Records from a collection:
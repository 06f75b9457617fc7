"""Whether a market holds what a trade needs."""

from __future__ import annotations

from collections.abc import Iterator

from pricer.contracts.book import Trade
from pricer.contracts.life_cycle import AsOf
from pricer.contracts.option import EuropeanOption
from pricer.core.issues import Issue, Severity
from pricer.core.source import Place
from pricer.market.conversion_coverage import conversion_coverage
from pricer.market.correlation_coverage import correlation_coverage
from pricer.market.date_coverage import date_coverage, known_date_coverage
from pricer.market.dividend_quality import EXCEEDED
from pricer.market.doubt_coverage import doubted_fixings, doubts, refused_rates
from pricer.market.findings import Locate, did_you_mean, error, markets_reason, warning, words
from pricer.market.level_coverage import level_coverage
from pricer.market.market import Market, MissingMarketDataError
from pricer.market.past_coverage import has_ended, past_coverage
from pricer.market.size_coverage import size_coverage
from pricer.market.standing import standing
from pricer.market.trade_names import cell_of, names_of
from pricer.market.underlying import Underlying
from pricer.market.writer_coverage import writer_coverage


def coverage(
    trade: Trade, market: Market, place: Locate, *, accept_failing_surfaces: bool = False
) -> tuple[Issue, ...]:
    """Everything that keeps ``trade`` from being priced on ``market`` (errors), or qualifies its price (warnings).

    Surfaces that fail their checks are errors unless accepted; then they are warnings. Only what is still to come
    matters: a trade of which known amounts are left, if anything, needs nothing but their currency and curve.

    ``place`` gives the cell from which a column of the trade was read ("trade_id", "currency",
    "collateral", "strike", "expiry_date", "payment_date", "trade_date", "premium_date", and
    "underlying:ID" and "initial_fixing:ID" for a constituent; "schedule:PURPOSE:DATE", "schedule:PURPOSE", "schedule",
    "barrier", "call", "coupon", "exercise", "writer" and "assets" for the first row of each), or None.
    Every issue carries the trade's id.
    """
    state = _state(trade, market)
    if state is not None and has_ended(state):
        issues = _ended(trade, state, market, place)
    else:
        issues = _live(trade, state, market, place, accept_failing_surfaces=accept_failing_surfaces)
    return tuple(issue.for_trade(trade.trade_id) for issue in issues)


def _state(trade: Trade, market: Market) -> AsOf | None:
    """Where the trade stands; None for a European option still to expire, which has no past, or paid before that."""
    contract = trade.contract
    has_no_past = contract.expiry_date > market.valuation_date or contract.payment_date < contract.expiry_date
    return None if isinstance(contract, EuropeanOption) and has_no_past else standing(trade, market)


def _ended(trade: Trade, state: AsOf, market: Market, place: Locate) -> list[Issue]:
    return [
        *_currencies(trade, market, place),
        *past_coverage(trade, state, market, place),
        *known_date_coverage(trade, state, market, place),
        *writer_coverage(trade, market, place),
        *refused_rates(trade, market, place),
        *doubted_fixings(trade, market, place),
    ]


def _live(
    trade: Trade, state: AsOf | None, market: Market, place: Locate, *, accept_failing_surfaces: bool
) -> list[Issue]:
    past = () if state is None else past_coverage(trade, state, market, place)
    if trade.contract.expiry_date < market.valuation_date:  # and a fixing is missing
        return [
            *_currencies(trade, market, place),
            *_underlyings(trade, market, place, to_come=False),
            *past,
            *date_coverage(trade, state, market, place),
            *refused_rates(trade, market, place),
        ]
    issues = [
        *_currencies(trade, market, place),
        *_underlyings(trade, market, place, to_come=True),
        *_surfaces(trade, market, place, accepted=accept_failing_surfaces),
        *conversion_coverage(trade, market, place),
        *correlation_coverage(trade, market, place),
        *writer_coverage(trade, market, place),
        *past,
        *date_coverage(trade, state, market, place),
        *size_coverage(trade, state, market, place),
        *level_coverage(trade, state, market, place),
        *refused_rates(trade, market, place),
    ]
    if all(issue.severity is Severity.WARNING for issue in issues):  # it will be priced
        issues.extend(doubts(trade, market, place))
    return issues


def _currencies(trade: Trade, market: Market, place: Locate) -> Iterator[Issue]:
    currency, collateral, reporting = trade.currency, trade.collateral, market.reporting_currency
    if currency not in _known_currencies(market):
        known = sorted(_known_currencies(market))
        yield error(
            place("currency"),
            "unknown-currency",
            f'currency "{currency}"',
            f"a currency of the market: {words(known, 'or')}",
            _refused_pair(market, currency, other=False)
            or f"{did_you_mean(currency, known)}Correct the currency, or add its curve to the curves table and its "
            "rate to the fx table of the market.",
        )
        return  # what else is missing follows from this
    if not _converts(market, currency):
        yield error(
            place("currency"),
            "no-fx-route",
            f"currency {currency}, which no quoted pairs link to the reporting currency {reporting}",
            f"a chain of exchange rates from {currency} to {reporting}",
            _refused_pair(market, currency, other=True)
            or f"Add the pair {reporting}{currency} or {currency}{reporting} to the fx table of the market.",
        )
    if (currency, "") not in market.curves:
        yield error(
            place("currency"),
            "no-standard-curve",
            f"currency {currency}, which has no standard discount curve",
            f"a curve of {currency} with empty collateral, from which discount factors and forwards come",
            _refused_curve(market) or f"Add a curve of {currency} with empty collateral to the curves table.",
        )
    if collateral and (currency, collateral) not in market.curves:
        known = sorted(other for owner, other in market.curves if owner == currency and other)
        instead = f"use a collateral that has one ({words(known, 'or')})" if known else "clear the cell"
        yield error(
            place("collateral"),
            "no-collateral-curve",
            f'collateral "{collateral}", for which {currency} has no discount curve',
            f"a collateral with a discount curve in {currency}, or none for the standard curve",
            _refused_curve(market)
            or f'Add a curve of {currency} with collateral "{collateral}" to the curves table, or {instead}.',
        )


def _underlyings(trade: Trade, market: Market, place: Locate, *, to_come: bool) -> Iterator[Issue]:
    """Names that the market does not know; of those whose prices ``to_come`` matter, what they lack."""
    for name in names_of(trade):
        here = cell_of(name, place)
        why = markets_reason(market.rejected.get(name, ()))
        underlying = market.underlyings.get(name)
        if underlying is None and why:
            yield error(
                here,
                "rejected-underlying",
                f'underlying "{name}", which the market lists but could not use',
                "an underlying with usable market data",
                why,
            )
        elif underlying is None:
            yield error(
                here,
                "unknown-underlying",
                f'underlying "{name}"',
                "an underlying of the market",
                f"{did_you_mean(name, market.underlyings)}Correct the name, or add it to the underlyings table of the "
                "market.",
            )
        elif to_come:
            if not market.has_volatility(name):
                yield error(
                    here,
                    "no-volatility",
                    f'underlying "{name}", which has no usable volatility',
                    "an underlying with at least one volatility",
                    why or f'Add "{name}" to the volatilities table of the market.',
                )
            yield from _price(underlying, market, here)


def failing_surfaces(trade: Trade, market: Market) -> tuple[str, ...]:
    """The trade's underlyings whose volatility surfaces fail their checks."""
    return tuple(name for name in names_of(trade) if name in market.surfaces and not market.surfaces[name].passes)


def _surfaces(trade: Trade, market: Market, place: Locate, *, accepted: bool) -> Iterator[Issue]:
    for name in failing_surfaces(trade, market):
        found = f'underlying "{name}", whose volatility surface fails: {market.surfaces[name].failures[0]}'
        expected = "a volatility surface that passes its checks"
        here = cell_of(name, place)
        if accepted:
            mend = "Priced from it all the same, as asked, and marked; correct the quotes in the volatilities table."
            yield warning(here, "failing-surface", found, expected, mend)
        else:
            mend = (
                "Correct the quotes in the volatilities table, or accept failing surfaces for this run "
                "(--accept-failing-surfaces): the trade is then priced and marked."
            )
            yield error(here, "failing-surface", found, expected, mend)


def _price(underlying: Underlying, market: Market, here: Place | None) -> Iterator[Issue]:
    """Cash dividends that leave the price, or what is random of it, without a law."""
    name = underlying.underlying_id
    try:
        price = market.affine_price(name)
    except MissingMarketDataError:
        return  # the missing curve is told with the currency
    except ValueError as refused:
        yield error(here, "cash-dividends-exceed-spot", str(refused), *EXCEEDED)
        return
    if underlying.volatility is None:
        return
    try:
        price.pure_volatility(underlying.volatility)
    except ValueError as refused:
        yield error(
            here,
            "volatility-against-dividends",
            f'volatilities of underlying "{name}" that its cash dividends do not allow: {refused}',
            "volatilities that leave the price above its cash dividends a law",
            "Correct the volatilities around the ex dates, or enter dividends far ahead as proportional ones.",
        )


def _known_currencies(market: Market) -> set[str]:
    return {market.reporting_currency, *market.fx.currencies, *(currency for currency, _ in market.curves)}


def _converts(market: Market, currency: str) -> bool:
    try:
        market.to_reporting(currency)
    except LookupError:
        return False
    return True


def _refused_curve(market: Market) -> str:
    """The reason of a curve that was given but refused: it may be the one that is missing."""
    for name, issues in market.rejected.items():
        if any((issue.sheet or "").casefold().startswith("curve") for issue in issues):
            return f'Curve "{name}" could not be used. {markets_reason(issues)}'
    return ""


def _refused_pair(market: Market, currency: str, *, other: bool) -> str:
    """The reason of an exchange rate that was given but refused: one of the currency, else any ``other``."""
    refused = {
        name: issues
        for name, issues in market.rejected.items()
        if any((issue.sheet or "").casefold() == "fx" for issue in issues)
    }
    own = [name for name in refused if currency in (name[:3], name[3:])]
    chosen = own or (list(refused) if other else [])
    return markets_reason(refused[chosen[0]]) if chosen else ""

**EXERCISE DIRECTIONS**
Every line of the data that includes the word "this" should be copied.

**PROBLEM SOLUTION**
        return  # what else is missing follows from this
                "Correct the quotes in the volatilities table, or accept failing surfaces for this run "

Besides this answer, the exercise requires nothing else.